= Beginning of Section =

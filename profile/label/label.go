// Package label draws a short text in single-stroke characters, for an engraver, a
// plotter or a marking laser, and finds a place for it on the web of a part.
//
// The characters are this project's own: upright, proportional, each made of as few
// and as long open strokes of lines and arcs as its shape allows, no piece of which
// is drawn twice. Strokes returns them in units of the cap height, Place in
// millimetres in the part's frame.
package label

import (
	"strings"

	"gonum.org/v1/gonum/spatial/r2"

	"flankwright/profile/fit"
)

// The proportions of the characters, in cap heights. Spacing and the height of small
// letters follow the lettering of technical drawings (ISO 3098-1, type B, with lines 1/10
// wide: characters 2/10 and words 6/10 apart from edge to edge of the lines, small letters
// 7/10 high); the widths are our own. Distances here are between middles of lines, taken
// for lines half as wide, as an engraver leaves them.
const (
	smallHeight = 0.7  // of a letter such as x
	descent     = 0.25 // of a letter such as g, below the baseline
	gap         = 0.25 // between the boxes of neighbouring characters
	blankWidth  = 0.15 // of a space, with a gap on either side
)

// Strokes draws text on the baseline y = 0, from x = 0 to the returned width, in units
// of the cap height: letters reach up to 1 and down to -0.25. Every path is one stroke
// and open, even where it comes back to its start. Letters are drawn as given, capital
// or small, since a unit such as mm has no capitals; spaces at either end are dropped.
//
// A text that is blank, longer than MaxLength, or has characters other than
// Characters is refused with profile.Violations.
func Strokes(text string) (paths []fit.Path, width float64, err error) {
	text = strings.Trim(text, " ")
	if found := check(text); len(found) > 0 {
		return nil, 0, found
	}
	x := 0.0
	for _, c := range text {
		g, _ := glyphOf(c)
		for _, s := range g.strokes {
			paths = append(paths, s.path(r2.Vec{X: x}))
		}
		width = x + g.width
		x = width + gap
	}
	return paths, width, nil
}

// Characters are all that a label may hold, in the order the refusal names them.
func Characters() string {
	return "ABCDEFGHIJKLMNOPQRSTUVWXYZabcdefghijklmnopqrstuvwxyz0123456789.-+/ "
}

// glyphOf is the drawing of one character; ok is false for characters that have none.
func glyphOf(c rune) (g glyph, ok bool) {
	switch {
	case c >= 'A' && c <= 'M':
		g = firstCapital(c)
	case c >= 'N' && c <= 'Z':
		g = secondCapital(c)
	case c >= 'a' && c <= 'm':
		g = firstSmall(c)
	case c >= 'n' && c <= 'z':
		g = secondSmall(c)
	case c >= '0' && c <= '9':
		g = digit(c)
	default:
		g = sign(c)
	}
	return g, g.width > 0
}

= End of Section =
= Beginning of Section =

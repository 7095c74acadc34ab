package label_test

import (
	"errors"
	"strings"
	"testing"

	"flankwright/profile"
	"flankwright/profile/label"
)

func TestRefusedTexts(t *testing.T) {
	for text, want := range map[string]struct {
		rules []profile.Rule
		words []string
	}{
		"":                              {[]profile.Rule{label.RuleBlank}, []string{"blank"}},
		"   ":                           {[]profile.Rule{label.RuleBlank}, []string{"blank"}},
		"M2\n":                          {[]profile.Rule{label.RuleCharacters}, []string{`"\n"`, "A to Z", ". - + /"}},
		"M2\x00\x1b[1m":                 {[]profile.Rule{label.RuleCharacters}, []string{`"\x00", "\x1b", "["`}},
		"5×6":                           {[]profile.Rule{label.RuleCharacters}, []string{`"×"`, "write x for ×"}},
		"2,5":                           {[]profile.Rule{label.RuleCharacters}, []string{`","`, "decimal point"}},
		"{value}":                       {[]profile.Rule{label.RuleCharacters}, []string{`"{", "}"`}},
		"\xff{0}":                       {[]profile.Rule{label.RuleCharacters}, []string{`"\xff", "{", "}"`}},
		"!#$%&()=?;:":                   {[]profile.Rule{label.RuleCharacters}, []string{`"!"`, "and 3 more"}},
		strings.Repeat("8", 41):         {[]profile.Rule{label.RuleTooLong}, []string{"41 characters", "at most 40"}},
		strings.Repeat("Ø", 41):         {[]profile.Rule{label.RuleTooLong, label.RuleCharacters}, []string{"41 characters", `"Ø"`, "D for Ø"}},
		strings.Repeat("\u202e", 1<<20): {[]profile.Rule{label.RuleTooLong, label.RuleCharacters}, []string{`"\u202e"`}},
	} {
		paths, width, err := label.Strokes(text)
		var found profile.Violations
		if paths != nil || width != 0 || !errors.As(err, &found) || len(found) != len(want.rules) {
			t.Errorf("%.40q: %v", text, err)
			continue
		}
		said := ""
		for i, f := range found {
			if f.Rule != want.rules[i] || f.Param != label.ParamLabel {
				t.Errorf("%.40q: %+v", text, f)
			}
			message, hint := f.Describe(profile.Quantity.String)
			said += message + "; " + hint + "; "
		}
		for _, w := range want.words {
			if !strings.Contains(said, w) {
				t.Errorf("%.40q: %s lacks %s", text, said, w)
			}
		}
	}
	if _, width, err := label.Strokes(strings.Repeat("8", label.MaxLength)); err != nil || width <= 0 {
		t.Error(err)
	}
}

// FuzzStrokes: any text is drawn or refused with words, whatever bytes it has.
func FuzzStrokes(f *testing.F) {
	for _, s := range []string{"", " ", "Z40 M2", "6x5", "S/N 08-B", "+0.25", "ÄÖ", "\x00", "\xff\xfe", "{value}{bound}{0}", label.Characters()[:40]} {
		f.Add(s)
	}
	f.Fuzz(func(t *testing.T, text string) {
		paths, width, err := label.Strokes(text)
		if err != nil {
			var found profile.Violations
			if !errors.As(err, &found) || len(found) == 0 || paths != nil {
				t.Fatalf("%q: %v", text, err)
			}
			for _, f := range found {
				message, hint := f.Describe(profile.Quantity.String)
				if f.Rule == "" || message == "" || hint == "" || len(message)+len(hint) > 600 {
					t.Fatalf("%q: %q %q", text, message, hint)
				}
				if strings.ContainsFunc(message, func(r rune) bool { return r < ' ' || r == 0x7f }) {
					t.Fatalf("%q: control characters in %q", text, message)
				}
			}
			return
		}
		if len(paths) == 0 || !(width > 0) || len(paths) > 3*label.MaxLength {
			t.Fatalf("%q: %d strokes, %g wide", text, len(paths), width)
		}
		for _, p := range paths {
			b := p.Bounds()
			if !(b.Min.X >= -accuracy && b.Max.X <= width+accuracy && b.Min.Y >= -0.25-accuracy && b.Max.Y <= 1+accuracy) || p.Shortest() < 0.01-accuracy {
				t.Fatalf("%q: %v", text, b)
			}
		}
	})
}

= End of Section =

How to complete this task:
Among the entries above, identify all lines with "said" and copy them.

Solution:
		said := ""
			said += message + "; " + hint + "; "
			if !strings.Contains(said, w) {
				t.Errorf("%.40q: %s lacks %s", text, said, w)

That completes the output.